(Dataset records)
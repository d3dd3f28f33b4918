'use client';
// The preview: a local program file (dropped, or picked with the file input) shown in the 3D
// viewer with a chosen machine, sheet, Z zero and hold-down, without uploading anything: the
// file is read by the browser's worker only.
import { useMemo, useState } from 'react';
import { Button } from '@/components/ui/button';
import { InputField, SelectField } from '@/components/ui/field';
import { Notice } from '@/components/ui/notice';
import { ProgramViewer } from '@/components/viewer/program-viewer';
import type { PreviewMachine, PreviewSheet } from '@/db/queries/preview';
import { HOLD_DOWN_LABELS, HOLD_DOWNS, type HoldDown } from '@/lib/validation/enums';
import type { ViewerInput } from '@/lib/viewer/view-run';

interface Settings {
  machineId: string;
  widthMm: string;
  lengthMm: string;
  thicknessMm: string;
  zero: 'top' | 'table';
  hold: HoldDown | 'none';
  vacuumKpa: string;
}

type Errors = Partial<Record<keyof Settings, string[]>>;

/** the settings as the engine's job, or the field errors */
export function settingsToInput(s: Settings, machines: PreviewMachine[], name: string): { input: ViewerInput } | { errors: Errors } {
  const errors: Errors = {};
  const machine = machines.find((m) => String(m.id) === s.machineId);
  if (!machine) errors.machineId = ['Choose a machine.'];
  const num = (key: 'widthMm' | 'lengthMm' | 'thicknessMm' | 'vacuumKpa', what: string, max: number) => {
    const v = Number(s[key]);
    if (s[key].trim() === '' || !Number.isFinite(v) || v <= 0 || v > max) {
      errors[key] = [`Give the ${what} as a number above 0 and at most ${max.toLocaleString('en')}.`];
      return 0;
    }
    return v;
  };
  const widthMm = num('widthMm', 'sheet width in mm', 10_000);
  const lengthMm = num('lengthMm', 'sheet length in mm', 10_000);
  const thicknessMm = num('thicknessMm', 'sheet thickness in mm', 500);
  const vacuumKpa = s.hold === 'vacuum' ? num('vacuumKpa', 'vacuum level in kPa', 101) : null;
  if (Object.keys(errors).length > 0 || !machine) return { errors };
  return {
    input: {
      name,
      profile: machine.profile,
      job: { sheet: { widthMm, lengthMm, thicknessMm }, zero: s.zero, hold: s.hold === 'none' ? null : s.hold, vacuumKpa },
    },
  };
}

export function PreviewWorkbench({ machines, sheets }: { machines: PreviewMachine[]; sheets: PreviewSheet[] }) {
  const first = machines[0];
  const sheet = sheets[0];
  const [settings, setSettings] = useState<Settings>({
    machineId: first ? String(first.id) : '',
    widthMm: String(sheet?.widthMm ?? 1220),
    lengthMm: String(sheet?.lengthMm ?? 2440),
    thicknessMm: String(sheet?.thicknessMm ?? 18),
    zero: 'top',
    hold: first?.defaultHoldDown ?? 'none',
    vacuumKpa: String(first?.defaultVacuumKpa ?? 20),
  });
  const [errors, setErrors] = useState<Errors>({});
  const [file, setFile] = useState<File | null>(null);
  const [input, setInput] = useState<ViewerInput | null>(null);
  const [dragging, setDragging] = useState(false);

  const set = (patch: Partial<Settings>) => setSettings((s) => ({ ...s, ...patch }));
  const show = (f: File | null, s: Settings) => {
    if (!f) return;
    const r = settingsToInput(s, machines, f.name);
    if ('errors' in r) {
      setErrors(r.errors);
      return;
    }
    setErrors({});
    setFile(f);
    setInput(r.input);
  };
  const sheetOptions = useMemo(() => [{ value: '', label: 'Type the size below' }, ...sheets.map((m) => ({ value: String(m.id), label: `${m.name} (${m.widthMm} × ${m.lengthMm} × ${m.thicknessMm} mm)` }))], [sheets]);

  if (machines.length === 0) {
    return (
      <Notice tone="caution" title="The shop has no machine yet." role="status">
        A preview plans the motion for a machine’s limits. An admin adds one on the machines page.
      </Notice>
    );
  }

  return (
    <div className="flex flex-col gap-6">
      <form
        className="grid gap-4 rounded-md border-2 border-rule bg-panel p-5 lg:grid-cols-[minmax(0,1.2fr)_minmax(0,2fr)]"
        onSubmit={(e) => {
          e.preventDefault();
          show(file, settings);
        }}
        noValidate
      >
        <div
          className={`flex flex-col justify-center gap-2 rounded-md border-4 border-dashed p-5 ${dragging ? 'border-spruce bg-spruce-light' : 'border-rule'}`}
          onDragOver={(e) => {
            e.preventDefault();
            setDragging(true);
          }}
          onDragLeave={() => setDragging(false)}
          onDrop={(e) => {
            e.preventDefault();
            setDragging(false);
            const f = e.dataTransfer.files[0];
            if (f) show(f, settings);
          }}
          data-testid="drop-zone"
        >
          <label htmlFor="preview-file" className="font-bold">
            Program file
          </label>
          <p className="text-sm text-ink-soft" id="preview-file-hint">
            Drop a G-code file here or pick one. It stays on this computer: nothing is uploaded.
          </p>
          <input
            id="preview-file"
            type="file"
            accept=".nc,.ngc,.tap,.gcode,.cnc,.txt"
            aria-describedby="preview-file-hint"
            onChange={(e) => show(e.target.files?.[0] ?? null, settings)}
            className="text-base"
            data-testid="preview-file"
          />
          {file ? <p className="break-all font-mono text-sm">{file.name}</p> : null}
        </div>
        <div className="grid gap-3 sm:grid-cols-2 xl:grid-cols-3">
          <SelectField
            id="preview-machine"
            label="Machine"
            value={settings.machineId}
            errors={errors.machineId}
            options={machines.map((m) => ({ value: String(m.id), label: m.name }))}
            onChange={(e) => {
              const m = machines.find((x) => String(x.id) === e.target.value);
              set({ machineId: e.target.value, ...(m ? { hold: m.defaultHoldDown, vacuumKpa: String(m.defaultVacuumKpa ?? settings.vacuumKpa) } : {}) });
            }}
          />
          <SelectField
            id="preview-sheet"
            label="Sheet"
            defaultValue={sheet ? String(sheet.id) : ''}
            options={sheetOptions}
            onChange={(e) => {
              const m = sheets.find((x) => String(x.id) === e.target.value);
              if (m) set({ widthMm: String(m.widthMm), lengthMm: String(m.lengthMm), thicknessMm: String(m.thicknessMm) });
            }}
          />
          <InputField id="preview-width" label="Sheet X (mm)" inputMode="decimal" value={settings.widthMm} errors={errors.widthMm} onChange={(e) => set({ widthMm: e.target.value })} />
          <InputField id="preview-length" label="Sheet Y (mm)" inputMode="decimal" value={settings.lengthMm} errors={errors.lengthMm} onChange={(e) => set({ lengthMm: e.target.value })} />
          <InputField id="preview-thickness" label="Thickness (mm)" inputMode="decimal" value={settings.thicknessMm} errors={errors.thicknessMm} onChange={(e) => set({ thicknessMm: e.target.value })} />
          <SelectField
            id="preview-zero"
            label="Z zero"
            value={settings.zero}
            options={[
              { value: 'top', label: 'Top of stock' },
              { value: 'table', label: 'Table surface' },
            ]}
            onChange={(e) => set({ zero: e.target.value as Settings['zero'] })}
          />
          <SelectField
            id="preview-hold"
            label="Hold-down"
            value={settings.hold}
            options={[{ value: 'none', label: 'Not named (nothing holds a freed part)' }, ...HOLD_DOWNS.map((h) => ({ value: h, label: HOLD_DOWN_LABELS[h] }))]}
            onChange={(e) => set({ hold: e.target.value as Settings['hold'] })}
          />
          {settings.hold === 'vacuum' ? (
            <InputField id="preview-vacuum" label="Vacuum (kPa)" inputMode="decimal" value={settings.vacuumKpa} errors={errors.vacuumKpa} onChange={(e) => set({ vacuumKpa: e.target.value })} />
          ) : null}
          <div className="flex items-end">
            <Button type="submit" disabled={!file}>
              Show with these settings
            </Button>
          </div>
        </div>
      </form>
      {file && input ? (
        <ProgramViewer file={file} input={input} />
      ) : (
        <Notice tone="note" title="No program chosen yet." role="status">
          Choose a program file above to see its path over the sheet, its parts and its findings.
        </Notice>
      )}
    </div>
  );
}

(Aim of the task): Each line in the data that holds the string "Button" must be returned.

(Task response):
import { Button } from '@/components/ui/button';
            <Button type="submit" disabled={!file}>
            </Button>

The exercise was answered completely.